In a glance, the main features of LGTE are:
- Provides a simple and efective abstraction layer on top of Lucene
- Supports integrated retrieval and ranking with basis on thematic, temporal and geographical aspects.
- Supports the Lucene standard retrieval model, as well as the more advanced probabilistic retrieval approaches.
- Supports Rochio Query Expansion.
- Provides a framework for IR evaluation experiments (e.g. handling CLEF/TREC topics).
- Includes a Java alternative to the trec_eval tool, capable of performing significance tests over pairs of runs.
- Includes a simple test application for searching over the Braun Corpus or the Cranfield Corpus.
If you want to see LGTE running you have a DEMO online here.
Libraries
LGTE essentially assembles the following open-source libraries, patching them when necessary to work with our specific extensions:
- Lucene http://lucene.apache.org
- Local search extension for lucene http://sourceforge.net/projects/locallucene
- LucQE http://lucene-qe.sourceforge.net/
- Misc. Projects from Lucene sandbox http://lucene.apache.org/java/docs/lucene-sandbox/
- IPLS Lucene with language modeling (LM-Lucene) http://ilps.science.uva.nl/resources/lm-lucene
- Webgraph framework for making computations over linkage graphs http://webgraph.dsi.unimi.it/
- LAW framework for computing PageRank and devivatives http://law.dsi.unimi.it/software/
- Lucene Image REtrival (LIRE) library for content-based image retrieval http://www.semanticmetadata.net/lire/
Using LGTE
We provide a set of unit tests to help you to learn how to use LGTE. Our Library it is very similar to Lucene and gives you an abstraction layer of time and spatial. You can find our examples at pt.utl.ist.lucene.test
Start with classes suffixed with SIMPLE. The other classes are also simple but there you will found more complex tests. After the simple try TestSpatialDistanceWithLgteQueryParser
and TestSpatialDistanceWithLgte
.
In our spatial examples we use a set of bars and restaurants in Portalegre, Portugal. We set the stadium as the start geoPoint. you can find a Google Earth Document KML with this information. If you check the distances with Google Earth you will see that the results are correct.

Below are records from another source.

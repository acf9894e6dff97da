import { z } from 'zod';
import { sourceSchema } from '../calc/line.ts';

/**
 * INPUT.json, format 1: a calculation as its engineer gives it. Each quantity is a text with its
 * unit (`14 ft`), or an object that adds its source and whether it is confirmed. Units may be of
 * either set. Compression is positive; x is the major axis, y the minor.
 */
const text = (most: number) =>
  z.string().trim().min(1, 'is empty').max(most, `is longer than ${most} characters`);

/** Letters, digits and the signs that marks and names on drawings use. */
const label = (most: number) =>
  text(most).regex(
    /^[\p{L}\p{N} .,:;_\-–/()+#&'°=×*]+$/u,
    "may hold letters, digits, spaces and . , : ; _ - / ( ) + # & ' only",
  );

const stated = z.strictObject({
  source: sourceSchema.optional(),
  confirmed: z.boolean().optional(),
});

const amount = z
  .string('must be a text with its unit, such as "14 ft"')
  .max(60, 'is longer than 60 characters');
export const quantitySchema = z.union(
  [amount, stated.extend({ value: amount })],
  'must be a text with its unit, such as "14 ft", or an object with value, source and confirmed',
);
export type QuantityInput = z.infer<typeof quantitySchema>;

/** A plain number may also be a JSON number. */
const plainSchema = z.union([
  z.number(),
  amount,
  stated.extend({ value: z.union([z.number(), amount]) }),
]);

const wordSchema = z.union([text(40), stated.extend({ value: text(40) })]);

export const ENDS = ['held', 'free', 'sway', 'springs'] as const;

export const combinationInputSchema = z.strictObject({
  id: z
    .string()
    .regex(/^[a-z0-9-]{1,40}$/)
    .optional(),
  name: label(80),
  /** Load level of the forces; it must be the calculation's. */
  design: z.enum(['LRFD', 'ASD'], 'must be "LRFD" or "ASD"').optional(),
  /** Section that the analysis behind these forces had; another one leaves them unconfirmed. */
  analysedWith: text(40).optional(),
  P: quantitySchema,
  MxA: quantitySchema.optional(),
  MxB: quantitySchema.optional(),
  MyA: quantitySchema.optional(),
  MyB: quantitySchema.optional(),
  MxMax: quantitySchema.optional(),
  MyMax: quantitySchema.optional(),
});

const ownSteelSchema = stated.extend({
  name: label(60),
  Fy: quantitySchema,
  Fu: quantitySchema.optional(),
});

export const memberInputSchema = z.strictObject({
  id: z
    .string()
    .regex(/^[a-z0-9-]{1,40}$/)
    .optional(),
  mark: label(40),
  section: wordSchema,
  material: z.union([text(40), ownSteelSchema]),
  length: quantitySchema,
  ends: z.union(
    [z.enum(ENDS, `must be one of ${ENDS.join(', ')}`), stated.extend({ value: z.enum(ENDS) })],
    `must be one of ${ENDS.join(', ')}`,
  ),
  Lcx: quantitySchema.optional(),
  Lcy: quantitySchema.optional(),
  Lcz: quantitySchema.optional(),
  Lb: quantitySchema.optional(),
  Cb: plainSchema.optional(),
  endMomentSign: z
    .enum(
      ['bending', 'joint'],
      'must be "bending" (equal signs: single curvature) or "joint" (equal signs: reverse curvature)',
    )
    .optional(),
  combinations: z
    .array(combinationInputSchema)
    .min(1, 'needs at least one combination')
    .max(200, 'holds more than 200 combinations'),
});

export const analysisSchema = z.strictObject({
  method: z.enum(
    ['direct', 'effective-length', 'first-order'],
    'must be "direct", "effective-length" or "first-order"',
  ),
  secondOrder: z.enum(
    ['from-analysis', 'amplified', 'exact'],
    'must be "from-analysis", "amplified" or "exact"',
  ),
  includesMemberEffect: z.boolean('must be true or false').optional(),
  /** Stated with its source where it can be: that the ends do not translate is an input. */
  sway: z.union(
    [z.literal('none'), stated.extend({ value: z.literal('none') })],
    'must be "none": sway is outside the scope of this version',
  ),
});

export const inputSchema = z.strictObject({
  format: z.literal(1, 'must be 1'),
  standard: z.literal('aisc360-22', 'must be "aisc360-22"'),
  design: z.enum(['LRFD', 'ASD'], 'must be "LRFD" or "ASD"'),
  units: z.enum(['us', 'si'], 'must be "us" or "si"'),
  /** Which published set of material constants; by default that of the units. */
  constants: z.enum(['us', 'si'], 'must be "us" or "si"').optional(),
  analysis: analysisSchema,
  members: z
    .array(memberInputSchema)
    .min(1, 'needs at least one member')
    .max(500, 'holds more than 500 members'),
});

export type CalculationInput = z.infer<typeof inputSchema>;
export type MemberInput = z.infer<typeof memberInputSchema>;
export type CombinationInput = z.infer<typeof combinationInputSchema>;
export type AnalysisInput = z.infer<typeof analysisSchema>;
export type Ends = (typeof ENDS)[number];

/** JSON Schema of INPUT.json, for editors and other programs. */
export const inputJsonSchema = (): unknown => z.toJSONSchema(inputSchema, { io: 'input' });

Here we provide a set of examples on LGTE QueryLanguage
TREC/CLEF Evaluation Framework
We provide a tool to index a collection, run a set of search topics and output the results in treckeval format. This format is like a standard in information retrieval tasks. You can found in the package ireval
We provide a test collection and a geospatial collection as an example and we configure those collections with a set of runs previously used in old tasks.